Task – Below are some records. Print exactly the lines between the one holding "def of(number: int, level: int)" and the one holding "return straight, straight", inclusive, and nothing else.

Input –
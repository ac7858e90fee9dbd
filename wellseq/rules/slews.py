"""How fast the voltage of each electrode is moved, V/s, from the motions that the rows follow.

A straight ramp has its slope; a smooth one anything from nothing to its steepest; an edge of a
converter anything up to its slew, an edge of a switch anything at all.  The single steps of a
staircase are not counted: they are bounded by the margin `staircase`, not by a slope.
"""

from __future__ import annotations

import math
from collections.abc import Callable, Iterator

from wellseq.model.trap import Converter, Switch
from wellseq.rules.axis import Axis
from wellseq.rules.course import Course, Interval, Piece, course
from wellseq.rules.switching import Switching
from wellseq.timeline.shipped import Shipped
from wellseq.timeline.timeline import Piece as Motion
from wellseq.timeline.timeline import Shape

STILL: Interval = (0.0, 0.0)


class Slews:
    """The courses of all outputs' slopes, made when they are first asked for; one per stretch."""

    def __init__(self, axis: Axis, shipped: Shipped) -> None:
        self.axis, self.shipped = axis, shipped
        self.trap = axis.timeline.trap
        self._made: dict[str, tuple[Course, ...]] = {}

    def of(self, output: str) -> tuple[Course, ...]:
        """The slope of an output at its electrodes, one course per stretch."""
        if output not in self._made:
            part = self.trap.output(output)
            if isinstance(part, Switch):
                switching = Switching(self.axis, self.shipped, part, self._levels(part), _any_slope)
                self._made[output] = tuple(switching.courses())
            else:
                self._made[output] = tuple(self._moved(part))
        return self._made[output]

    def _levels(self, switch: Switch) -> Callable[[int, int], Course]:
        def of(number: int, level: int) -> Course:
            behind = switch.levels[level]
            if isinstance(behind, str):
                return self.of(behind)[number]
            return course([(0, STILL, STILL)], self.axis.stretches[number].longest)

        return of

    def _moved(self, converter: Converter) -> Iterator[Course]:
        for stretch in self.axis.stretches:
            motions: list[Motion] = []
            if not stretch.waits:
                block = self.axis.timeline.blocks[stretch.index]
                motions = [piece for piece in block.pieces if piece.output == converter.name]
            pieces: list[Piece] = [(0, STILL, STILL)]
            for motion in motions:
                slope = _slope(motion, converter)
                pieces.append((self.axis.units(motion.start_s), slope, slope))
                pieces.append((self.axis.units(motion.end_s), STILL, STILL))
            yield course(pieces, stretch.longest)


def _slope(motion: Motion, converter: Converter) -> Interval:
    """The interval of a motion's slope, V/s."""
    swing_V = motion.to_V - motion.from_V
    straight = swing_V / float(motion.end_s - motion.start_s)
    if motion.shape is Shape.STRAIGHT:
        return straight, straight
    steepest = straight * math.pi / 2
    if motion.shape is Shape.EDGE:
        steepest = math.copysign(converter.slew_V_per_s, swing_V)
    return min(steepest, 0.0), max(steepest, 0.0)


def _any_slope(_: tuple[Interval, Interval]) -> Interval:
    return -math.inf, math.inf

Task output –
        def of(number: int, level: int) -> Course:
            behind = switch.levels[level]
            if isinstance(behind, str):
                return self.of(behind)[number]
            return course([(0, STILL, STILL)], self.axis.stretches[number].longest)

        return of

    def _moved(self, converter: Converter) -> Iterator[Course]:
        for stretch in self.axis.stretches:
            motions: list[Motion] = []
            if not stretch.waits:
                block = self.axis.timeline.blocks[stretch.index]
                motions = [piece for piece in block.pieces if piece.output == converter.name]
            pieces: list[Piece] = [(0, STILL, STILL)]
            for motion in motions:
                slope = _slope(motion, converter)
                pieces.append((self.axis.units(motion.start_s), slope, slope))
                pieces.append((self.axis.units(motion.end_s), STILL, STILL))
            yield course(pieces, stretch.longest)


def _slope(motion: Motion, converter: Converter) -> Interval:
    """The interval of a motion's slope, V/s."""
    swing_V = motion.to_V - motion.from_V
    straight = swing_V / float(motion.end_s - motion.start_s)
    if motion.shape is Shape.STRAIGHT:
        return straight, straight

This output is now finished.